» **Task description**:
Report each line of the data that has "object" somewhere in it.
*** Input records ***
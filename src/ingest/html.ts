/**
 * HTML reduced to text with htmlparser2.
 *
 * @module
 */
import { Parser } from 'htmlparser2';
import { capTitle } from './text.js';

/** Elements whose content is never text: scripts, styles, templates, fallbacks, drawings, and `<title>` (kept as the title). */
const DROPPED = new Set(['script', 'style', 'noscript', 'template', 'svg', 'math', 'iframe', 'object', 'canvas', 'title']);

/** Elements that start and end a line. */
const BLOCKS = new Set([
  'address', 'article', 'aside', 'blockquote', 'body', 'caption', 'dd', 'details', 'dialog', 'div', 'dl', 'dt',
  'fieldset', 'figcaption', 'figure', 'footer', 'form', 'h1', 'h2', 'h3', 'h4', 'h5', 'h6', 'header', 'hgroup',
  'hr', 'html', 'legend', 'li', 'main', 'menu', 'nav', 'ol', 'p', 'pre', 'section', 'summary', 'table', 'tbody',
  'tfoot', 'thead', 'tr', 'ul', 'br', 'option', 'select', 'textarea',
]);

/** Elements whose content is set apart from its neighbours by a space (table cells). */
const CELLS = new Set(['td', 'th']);

/** What an HTML document reduces to. */
export interface HtmlText {
  /** Text lines: white space collapsed (kept inside `<pre>`), each line trimmed, empty lines dropped, joined by `\n`. */
  readonly text: string;
  /** The `<title>`, else the first `<h1>`, else the first line of the text; white space collapsed. */
  readonly title: string;
}

/**
 * Reduces HTML to text. Entities are decoded. `script`, `style`, `noscript`,
 * `template`, `svg`, `math`, `iframe`, `object`, `canvas` and `title` give
 * no text (the title is the title); block elements (`p`, `div`, `li`, `h1`…,
 * `tr`, `br`…) end the line; `td`/`th` are separated by a space. An image's
 * `alt` text is kept as words (it often carries meaning a figure shows).
 * Comments, doctype and processing instructions are dropped.
 */
export function htmlToText(html: string): HtmlText {
  const lines: string[] = [];
  let line = '';
  let dropped = 0;
  let pre = 0;
  let inTitle = false;
  let titleText = '';
  let titleSeen = false;
  let h1Depth = 0;
  let h1Text = '';
  let h1Done = false;

  const endLine = (): void => {
    const t = line.replace(/[ \t\f\u00a0]+$/g, '').replace(/^[ \t\f\u00a0]+/g, '');
    if (t !== '') lines.push(t);
    line = '';
  };
  const addText = (data: string): void => {
    if (pre > 0) {
      const parts = data.replace(/\r\n?/g, '\n').split('\n');
      parts.forEach((p, i) => {
        if (i > 0) endLine();
        line += p.replace(/\u00a0/g, ' ');
      });
    } else {
      line += data.replace(/[\s\u00a0]+/g, ' ');
      line = line.replace(/ {2,}/g, ' ');
    }
  };

  const parser = new Parser(
    {
      onopentag(name, attribs) {
        if (name === 'title' && !titleSeen && dropped === 0) inTitle = true;
        if (DROPPED.has(name)) {
          dropped++;
          return;
        }
        if (dropped > 0) return;
        if (name === 'h1' && !h1Done) h1Depth++;
        if (BLOCKS.has(name)) endLine();
        if (name === 'pre') pre++;
        if (CELLS.has(name)) addText(' ');
        if (name === 'img' && typeof attribs['alt'] === 'string' && attribs['alt'].trim() !== '') {
          addText(' ' + attribs['alt'] + ' ');
        }
      },
      ontext(data) {
        if (inTitle) titleText += data;
        if (dropped > 0) return;
        if (h1Depth > 0) h1Text += data;
        addText(data);
      },
      onclosetag(name) {
        if (name === 'title' && inTitle) {
          inTitle = false;
          titleSeen = true;
        }
        if (DROPPED.has(name)) {
          dropped = Math.max(0, dropped - 1);
          return;
        }
        if (dropped > 0) return;
        if (name === 'h1' && h1Depth > 0) {
          h1Depth--;
          if (h1Depth === 0) h1Done = h1Text.trim() !== '';
          if (!h1Done) h1Text = '';
        }
        if (name === 'pre') pre = Math.max(0, pre - 1);
        if (CELLS.has(name)) addText(' ');
        if (BLOCKS.has(name)) endLine();
      },
    },
    { decodeEntities: true, lowerCaseTags: true, lowerCaseAttributeNames: true },
  );
  parser.write(html);
  parser.end();
  endLine();
  const text = lines.join('\n');
  const title = capTitle(titleText) || (h1Done ? capTitle(h1Text) : '') || capTitle(lines[0] ?? '');
  return { text, title };
}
*** End of Input records ***
» **Task result**:
const DROPPED = new Set(['script', 'style', 'noscript', 'template', 'svg', 'math', 'iframe', 'object', 'canvas', 'title']);
 * `template`, `svg`, `math`, `iframe`, `object`, `canvas` and `title` give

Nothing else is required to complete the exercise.